Vie volée
Ce soir, c’est l’anniversaire de Maëlle,
Pour l’occasion, je me fais belle.
Depuis ma salle de bain je discute avec elle,
Ça fait des heures qu’on est en appel.
Je lui demande si le rouge à lèvres n’est pas de trop ?
Si j’ai mis assez de paillettes sur mon haut ?
Elle me rétorque sans être hésitante,
Que je suis de loin la plus ravissante.
« Merci, bisous, à tout à l’heure ! »
Je raccroche, prends mon chargeur,
Son cadeau et le bouquet de fleurs,
Puis je saute dans la voiture de ma sœur.
« Tu en as mis du temps à te préparer ! »
« Je sais, allez ! Je vais être en retard pour la soirée ! »
Arrivées devant l'entrée, j'entends chanter et danser,
On dirait bien que la fête a déjà commencé.
Elle m’ouvre la porte et me saute dans les bras,
Me dit qu'elle est si contente que je sois là.
Moi aussi, et il y a tant de gens que je ne connais pas...
« Allez viens, on va attraper froid ! »
À peine rentrée, j'admire les lumières et les ballons,
La musique résonne, son âge accroché au fond,
Les verres remplis, la reine et ses grands talons,
Et parmi les inconnus, ce beau garçon.
Le gâteau arrive, couronné de ses bougies,
Tout le monde s'approche, les rires font du bruit.
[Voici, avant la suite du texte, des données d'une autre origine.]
// The ISO 8601 date for CREATE_DATE from part.date ("YYYY-MM-DD" or
// "YYYY-MM-DDThh:mm:ss" with an optional "Z" or "+hh:mm"); empty if it is
// neither.
std::string PdfDate(const std::string& date) {
  auto digits = [&](std::size_t pos, std::size_t n) {
    if (pos + n > date.size()) return false;
    for (std::size_t i = pos; i < pos + n; ++i) {
      if (!std::isdigit(static_cast<unsigned char>(date[i]))) return false;
    }
    return true;
  };
  if (!(digits(0, 4) && date.size() >= 10 && date[4] == '-' && digits(5, 2) &&
        date[7] == '-' && digits(8, 2))) {
    return {};
  }
  if (date.size() == 10) return date + "T00:00:00";
  if (!(date.size() >= 19 && (date[10] == 'T' || date[10] == ' ') &&
        digits(11, 2) && date[13] == ':' && digits(14, 2) && date[16] == ':' &&
        digits(17, 2))) {
    return {};
  }
  std::string out = date.substr(0, 10) + "T" + date.substr(11, 8);
  const std::string zone = date.substr(19);
  if (zone == "Z" || (zone.size() == 6 && (zone[0] == '+' || zone[0] == '-') &&
                      digits(20, 2) && zone[3] == ':' && digits(23, 2))) {
    out += zone;
  } else if (!zone.empty()) {
    return {};
  }
  return out;
}

// Draws `image` scaled into the box (keeping its aspect ratio, centred) with
// a caption above; an empty image draws nothing.
void Picture(cairo_t* cr, const cv::Mat& image, double x, double y, double w,
             double h, const std::string& caption) {
  if (image.empty()) return;
  SetFont(cr, {7.5, false});
  Grey(cr, 0.3);
  Show(cr, x, y + 8.0, caption, w);
  y += 12.0;
  h -= 12.0;
  cv::Mat small = image;
  const int longest = std::max(image.cols, image.rows);
  if (longest > kMaxPicturePx) {
    const double f = static_cast<double>(kMaxPicturePx) / longest;
    cv::resize(image, small,
               cv::Size(std::max(1, static_cast<int>(image.cols * f)),
                        std::max(1, static_cast<int>(image.rows * f))),
               0, 0, cv::INTER_AREA);
  }
  const CairoSurface surface = SurfaceFromMat(small);
  const double sw = small.cols;
  const double sh = small.rows;
  const double scale = std::min(w / sw, h / sh);
  const double dx = x + 0.5 * (w - sw * scale);
  const double dy = y + 0.5 * (h - sh * scale);
  cairo_save(cr);
  cairo_translate(cr, dx, dy);
  cairo_scale(cr, scale, scale);
  cairo_set_source_surface(cr, surface.get(), 0.0, 0.0);
  cairo_pattern_set_filter(cairo_get_source(cr), CAIRO_FILTER_GOOD);
  cairo_rectangle(cr, 0.0, 0.0, sw, sh);
  cairo_fill(cr);
  cairo_restore(cr);
  cairo_set_line_width(cr, 0.5);
  Grey(cr, 0.5);
  cairo_rectangle(cr, dx, dy, sw * scale, sh * scale);
  cairo_stroke(cr);
}

void FillStyle(cairo_t* cr, const VerdictStyle& s) {
  cairo_set_source_rgb(cr, s.fill_r, s.fill_g, s.fill_b);
}
void TextStyle(cairo_t* cr, const VerdictStyle& s) {
  cairo_set_source_rgb(cr, s.text_r, s.text_g, s.text_b);
}

// The header band; returns the y below it.
double Header(cairo_t* cr, const nlohmann::json& r) {
  const double top = 26.0;
  const double h = 62.0;
  Grey(cr, 0.92);
  cairo_rectangle(cr, kMargin, top, kContentW, h);
  cairo_fill(cr);
  const double col = kContentW / 3.0;
  const std::pair<const char*, std::string> fields[2][3] = {
      {{"Lot", Text(r, {"part", "lot"})},
       {"Part", Text(r, {"part", "part"})},
       {"Serial", Text(r, {"part", "serial"})}},
      {{"Date", Text(r, {"part", "date"})},
       {"Operator", Text(r, {"part", "operator"})},
       {"Tool",
        Text(r, {"tool", "name"}) + " " + Text(r, {"tool", "version"})}}};
  for (int row = 0; row < 2; ++row) {
    for (int c = 0; c < 3; ++c) {
      const double x = kMargin + 8.0 + c * col;
      const double y = top + 12.0 + row * 27.0;
      SetFont(cr, {6.5, false});
      Grey(cr, 0.35);
      Show(cr, x, y, fields[row][c].first, col - 12.0);
      SetFont(cr, {11.0, true});
      Grey(cr, 0.0);
      Show(cr, x, y + 12.5, fields[row][c].second, col - 12.0);
    }
  }
  SetFont(cr, {6.5, false});
  Grey(cr, 0.35);
  const std::string analysis = Text(r, {"analysis"});
  Show(cr, kMargin, top - 6.0,
       std::string("figura part report") +
           (analysis == kDash ? "" : " \u00B7 analysis: " + analysis),
       kContentW);
  return top + h + 10.0;
}

// The verdict box and, beside it, the tolerance and decision rule (or, for
// an error, why there is no result); returns the y below.
double VerdictBlock(cairo_t* cr, double y, const nlohmann::json& r,
                    const std::string& verdict) {
  const double box_w = 170.0;
  const double box_h = 60.0;
  const VerdictStyle style = StyleOfVerdict(verdict);
  FillStyle(cr, style);
  cairo_rectangle(cr, kMargin, y, box_w, box_h);
  cairo_fill_preserve(cr);
  cairo_set_line_width(cr, 1.0);
  Grey(cr, 0.0);
  cairo_stroke(cr);
  TextStyle(cr, style);
  SetFont(cr, {7.0, false});
  Show(cr, kMargin + 8.0, y + 11.0, "VERDICT", box_w - 16.0);
  std::string word = verdict;
  std::transform(word.begin(), word.end(), word.begin(), [](unsigned char c) {
    return static_cast<char>(std::toupper(c));
  });
  double size = 28.0;
  SetFont(cr, {size, true});
  while (size > 10.0 && Width(cr, word) > box_w - 16.0) {
    size -= 1.0;
    SetFont(cr, {size, true});
  }
  Show(cr, kMargin + 8.0, y + 22.0 + 0.5 * (box_h - 22.0) + 0.35 * size, word,
       box_w - 16.0, 0.5);

  const double x = kMargin + box_w + 12.0;
  const double w = kContentW - box_w - 12.0;
  double ty = y + 12.0;
  Grey(cr, 0.0);
  if (verdict == "error") {
    SetFont(cr, {10.5, true});
    Show(cr, x, ty, "No result: the analysis stopped.", w);
    ty += 14.0;
    SetFont(cr, {8.5, false});
    const nlohmann::json* msgs = Find(r, {"status", "messages"});
    std::string why;
    if (msgs != nullptr && msgs->is_array()) {
      for (const auto& m : *msgs) {
        why += (why.empty() ? "" : " \u00B7 ") + Text(&m);
      }
    }
    Paragraph(cr, x, ty, why.empty() ? "No reason was recorded." : why, w, 4,
              10.5);
    return y + box_h + 10.0;
  }
  const nlohmann::json* conf = Find(r, {"conformance"});
  SetFont(cr, {11.0, true});
  Show(cr, x, ty, "Tolerance (ISO 10110-5): " + Text(r, {"tolerance", "text"}),
       w);
  ty += 13.0;
  if (conf == nullptr || !conf->is_object()) {
    SetFont(cr, {8.5, false});
    Paragraph(cr, x, ty,
              "No tolerance was applied to this part, so there is no verdict.",
              w, 2, 10.5);
    return y + box_h + 10.0;
  }
  SetFont(cr, {8.5, true});
  Show(cr, x, ty, "Decision rule: " + Text(*conf, {"decision_rule"}), w);
  ty += 10.5;
  SetFont(cr, {7.5, false});
  Grey(cr, 0.2);
  Paragraph(cr, x, ty, Text(*conf, {"decision_rule_text"}), w, 3, 9.0);
  Grey(cr, 0.0);
  return y + box_h + 10.0;
}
Les cadeaux fusent et les sourires aussi,
Ça me touche, tout ce beau monde réuni.
On crie tous et on applaudit,
Un verre de plus pour danser toute la nuit.
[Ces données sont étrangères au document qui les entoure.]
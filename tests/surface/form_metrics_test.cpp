// Form metrics on synthetic maps with known answers derived by hand from the
// ISO 24157 polynomials, and a gap between two exact spheres (optics/sphere.h
// sag formula) for the sagitta deviation.
#include "surface/form_metrics.h"

#include <gtest/gtest.h>

#include <cmath>
#include <limits>
#include <random>
#include <vector>

#include "optics/sphere.h"
#include "surface/zernike.h"
#include "surface/zernike_fit.h"

namespace figura {
namespace {

// 401 x 401 pixels, aperture radius 200 px centred on a pixel: rho = 1 is
// reached at the four pixels (200 +- 200, 200), (200, 200 +- 200).
const Circle kAperture{{200.0, 200.0}, 200.0};
const cv::Size kSize(401, 401);

// A map of a single term c Z_j (metres), CV_64F for exact arithmetic.
cv::Mat SingleTerm(int j, double c) {
  std::vector<double> coefficients(static_cast<std::size_t>(j + 1), 0.0);
  coefficients[static_cast<std::size_t>(j)] = c;
  const ZernikePolynomial p(coefficients);
  cv::Mat map(kSize, CV_64FC1);
  std::vector<double> row;
  for (int y = 0; y < map.rows; ++y) {
    const double sy = SurfacePoint(kAperture, 0, y).y;
    p.RowCoefficients(sy, &row);
    for (int x = 0; x < map.cols; ++x) {
      const double sx = SurfacePoint(kAperture, x, 0).x;
      map.at<double>(y, x) = sx * sx + sy * sy <= 1.0
                                 ? ZernikePolynomial::EvaluateRow(row, sx)
                                 : std::numeric_limits<double>::quiet_NaN();
    }
  }
  return map;
}

FormMetrics Metrics(const cv::Mat& map, int max_order = 8) {
  const ZernikeFitResult fit =
      FitZernikeGrid(map, kAperture, {.max_order = max_order});
  EXPECT_EQ(fit.status, Status::kOk);
  return ComputeFormMetrics(map, kAperture, fit);
}

// Pure defocus c Z(2,0) = c sqrt3 (2 rho^2 - 1): centre-to-edge height
// 2 sqrt3 c (ISO 24157 polynomial), nothing irregular.
TEST(FormMetrics, PureDefocus) {
  const double c = 40e-9;
  const FormMetrics m = Metrics(SingleTerm(4, c));
  EXPECT_NEAR(m.power_m, 2.0 * std::sqrt(3.0) * c, 1e-15);
  EXPECT_NEAR(m.irregularity_m, 0.0, 1e-15);
  EXPECT_NEAR(m.irregularity_fit_m, 0.0, 1e-15);
  EXPECT_NEAR(m.rsi_m, 0.0, 1e-15);
  EXPECT_NEAR(m.rmsi_m, 0.0, 1e-15);
  EXPECT_NEAR(m.rmsa_m, 0.0, 1e-15);
  // PV over the pixels: rho from 0 (centre pixel) to 1 (edge pixels).
  EXPECT_NEAR(m.pv_m, 2.0 * std::sqrt(3.0) * c, 1e-15);
  // RMS of c Z_j is |c| (RMS normalisation, ISO 24157); the pixel grid
  // approximates the disk to ~1/r.
  EXPECT_NEAR(m.rms_m, c, 0.01 * c);
  EXPECT_LT(m.power_u_m, 1e-20);  // exact data: zero residual
}

// Sign: a gap that grows from the centre towards the edge has A > 0, a
// shrinking one A < 0.
TEST(FormMetrics, PowerSignFollowsTheGap) {
  EXPECT_GT(Metrics(SingleTerm(4, 10e-9)).power_m, 0.0);
  EXPECT_LT(Metrics(SingleTerm(4, -10e-9)).power_m, 0.0);
}

// Pure astigmatism c Z(2,2) = c sqrt6 rho^2 cos(2 theta): extremes +-sqrt6 c
// at rho = 1, so B = 2 sqrt6 |c|; it has no m = 0 part, so C = 0 and RMSa =
// RMSi = |c|; no power.
TEST(FormMetrics, PureAstigmatism) {
  const double c = -25e-9;
  const FormMetrics m = Metrics(SingleTerm(5, c));
  EXPECT_NEAR(m.power_m, 0.0, 1e-15);
  EXPECT_NEAR(m.irregularity_m, 2.0 * std::sqrt(6.0) * std::abs(c), 1e-15);
  EXPECT_NEAR(m.irregularity_fit_m, 2.0 * std::sqrt(6.0) * std::abs(c), 1e-15);
  EXPECT_NEAR(m.rsi_m, 0.0, 1e-15);
  EXPECT_NEAR(m.rmsi_m, std::abs(c), 0.01 * std::abs(c));
  EXPECT_NEAR(m.rmsa_m, m.rmsi_m, 1e-15);
}

// Pure primary spherical c Z(4,0) = c sqrt5 (6 rho^4 - 6 rho^2 + 1). By
// hand: with u = rho^2, 6u^2 - 6u + 1 is 1 at u = 0 and u = 1 and has its
// minimum -1/2 at u = 1/2 (rho = 1/sqrt2). The least-squares sphere absorbs
// none of it (Z(4,0) is orthogonal to Z(0,0) and Z(2,0) over the disk), so
// the irregularity is the term itself: B = PV = 1.5 sqrt5 |c|, and it is
// all rotationally symmetric: C = B, RMSa = 0, RMSi = |c|.
TEST(FormMetrics, PureSpherical) {
  const double c = 12e-9;
  const FormMetrics m = Metrics(SingleTerm(12, c));
  const double expected = 1.5 * std::sqrt(5.0) * c;
  EXPECT_NEAR(m.power_m, 0.0, 1e-15);
  EXPECT_NEAR(m.rsi_m, expected, 1e-6 * expected);  // profile grid in rho
  // The pixel grid has no pixel at exactly rho = 1/sqrt2: ~1e-5 relative.
  EXPECT_NEAR(m.irregularity_m, expected, 1e-4 * expected);
  EXPECT_NEAR(m.rmsi_m, c, 0.01 * c);
  EXPECT_NEAR(m.rmsa_m, 0.0, 1e-15);
}

// RMS of c Z_j over the aperture is |c| for every term beyond tilt (ISO
// 24157 RMS normalisation); piston and tilt added to the map change nothing.
TEST(FormMetrics, RmsOfEachTermIsItsCoefficient) {
  const cv::Mat piston_tilt =
      SingleTerm(0, 300e-9) + SingleTerm(1, -80e-9) + SingleTerm(2, 55e-9);
  for (int j = 3; j < ZernikeCount(6); ++j) {
    const double c = 10e-9;
    const cv::Mat map = SingleTerm(j, c);
    const FormMetrics m = Metrics(map, 6);
    EXPECT_NEAR(m.rms_m, c, 0.012 * c) << j;
    if (j % 4 != 0) continue;  // piston and tilt on a few terms
    const FormMetrics t = Metrics(map + piston_tilt, 6);
    EXPECT_NEAR(t.rms_m, m.rms_m, 1e-15) << j;
    EXPECT_NEAR(t.pv_m, m.pv_m, 1e-15) << j;
    EXPECT_NEAR(t.irregularity_m, m.irregularity_m, 1e-15) << j;
  }
}

// The gap between a part and a reference that are both exact spheres
// (optics SphereSag, exact) touching at the centre: A equals the sag
// difference at the edge. The best sphere here is the paraboloid Z(2,0) (see
// form_metrics.h), so the quartic term of the exact sags shows up in B and C.
// By hand: s(R, r) = r^2/(2R) + r^4/(8R^3) + ..., so the gap carries
// k rho^4 with k = (a^4/8)(1/R_part^3 - 1/R_ref^3); rho^4 =
// (Z(4,0)/sqrt5 + 6 rho^2 - 1)/6 puts k/(6 sqrt5) on Z(4,0), whose PV is
// 1.5 sqrt5 times that (PureSpherical): B = C = k/4 (higher orders of the
// sag add ~1 %).
TEST(FormMetrics, SagittaDeviationOfTwoSpheres) {
  const double r_part = 0.100;        // 100 mm convex part
  const double r_reference = 0.1005;  // the radius it should have
  const double a = 0.010;             // 20 mm test diameter
  const double pitch = a / kAperture.radius;
  cv::Mat map(kSize, CV_64FC1);
  for (int y = 0; y < map.rows; ++y) {
    for (int x = 0; x < map.cols; ++x) {
      const double r = std::hypot(x - 200.0, y - 200.0) * pitch;
      map.at<double>(y, x) =
          r <= a ? SphereSag(r_part, r) - SphereSag(r_reference, r)
                 : std::numeric_limits<double>::quiet_NaN();
    }
  }
  const double edge = SphereSag(r_part, a) - SphereSag(r_reference, a);
  const FormMetrics m = Metrics(map);
  EXPECT_GT(m.power_m, 0.0);  // part more convex: gap opens to the edge
  EXPECT_NEAR(m.power_m, edge, 1e-3 * edge);
  const double k = std::pow(a, 4) / 8.0 *
                   (1.0 / std::pow(r_part, 3) - 1.0 / std::pow(r_reference, 3));
  EXPECT_NEAR(m.irregularity_m, k / 4.0, 0.03 * k / 4.0);
  EXPECT_NEAR(m.rsi_m, k / 4.0, 0.03 * k / 4.0);
  EXPECT_LT(m.rmsa_m, 1e-3 * m.rmsi_m);
  // 632.8 nm: the fringe count of the same pair, exact form (sphere.h).
  EXPECT_NEAR(MetresToFringes(m.power_m, 632.8e-9),
              FringesBetweenSpheres(r_part, r_reference, 2 * a, 632.8e-9),
              2e-3 * MetresToFringes(edge, 632.8e-9));
}

// PVr (Evans 2009): one spike pixel ruins PV but barely moves PVr; on a
// smooth map PVr equals PV.
TEST(FormMetrics, RobustPvIgnoresASpike) {
  cv::Mat map = SingleTerm(5, 20e-9) + SingleTerm(12, 5e-9);
  const FormMetrics clean = Metrics(map);
  EXPECT_NEAR(clean.pvr_m, clean.pv_m, 1e-6 * clean.pv_m);
  map.at<double>(150, 230) += 1e-6;
  const FormMetrics spiked = Metrics(map);
  EXPECT_GT(spiked.pv_m, 1e-6);
  EXPECT_NEAR(spiked.pvr_m, clean.pv_m, 0.15 * clean.pv_m);
}

// Noise: u(A) = 2 sqrt3 u(c4) covers the error over seeds (~95 % within
// 2 u on independent pixel noise) [practice].
TEST(FormMetrics, PowerUncertaintyFromTheFit) {
  int within = 0;
  constexpr int kSeeds = 25;
  const cv::Mat clean = SingleTerm(4, 30e-9);
  const double truth = 2.0 * std::sqrt(3.0) * 30e-9;
  for (int seed = 0; seed < kSeeds; ++seed) {
    cv::Mat noisy = clean.clone();
    cv::RNG rng(static_cast<std::uint64_t>(seed + 1));
    cv::Mat noise(kSize, CV_64FC1);
    rng.fill(noise, cv::RNG::NORMAL, 0.0, 20e-9);
    noisy += noise;
    const FormMetrics m = Metrics(noisy, 4);
    ASSERT_GT(m.power_u_m, 0.0);
    within += std::abs(m.power_m - truth) < 2.0 * m.power_u_m ? 1 : 0;
  }
  EXPECT_GE(within, 22);
}

// One fringe is lambda / 2, one wave lambda (ISO 10110-5).
TEST(FormMetrics, FringesAndWaves) {
  EXPECT_DOUBLE_EQ(MetresToFringes(316.4e-9, 632.8e-9), 1.0);
  EXPECT_DOUBLE_EQ(MetresToWaves(316.4e-9, 632.8e-9), 0.5);
  EXPECT_DOUBLE_EQ(MetresToFringes(-632.8e-9, 632.8e-9), -2.0);
}

}  // namespace
}  // namespace figura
La musique reprend et ma peur s’enfuit,
On chante faux mais fort, sans a priori.
Au milieu de la foule, ce garçon vient me voir,
Il me tend la main avec beaucoup d’espoir,
M’offre une danse et un autre verre à boire,
Je tiens pas bien l’alcool mais bon, on va voir…
Au milieu de la piste, j’en oublie tous les regards,
Le monde n’existe plus, on danse déboire,
Il me prend par la taille, je n’arrive pas à y croire,
On se perd tous les deux dans un monde illusoire.
Les néons me ramènent à la réalité,
Me suis-je laissé un peu trop enivrée ?
Il faut que j’aille me reposer,
Et l’alcool murmure un doux danger.
Je m’éclipse dans la salle de bain.
D’un geste soudain, il m’attrape la main,
Me tire dans une chambre, et mes gestes sont vains.
Je hurle de panique, mais ils sont trop lointains.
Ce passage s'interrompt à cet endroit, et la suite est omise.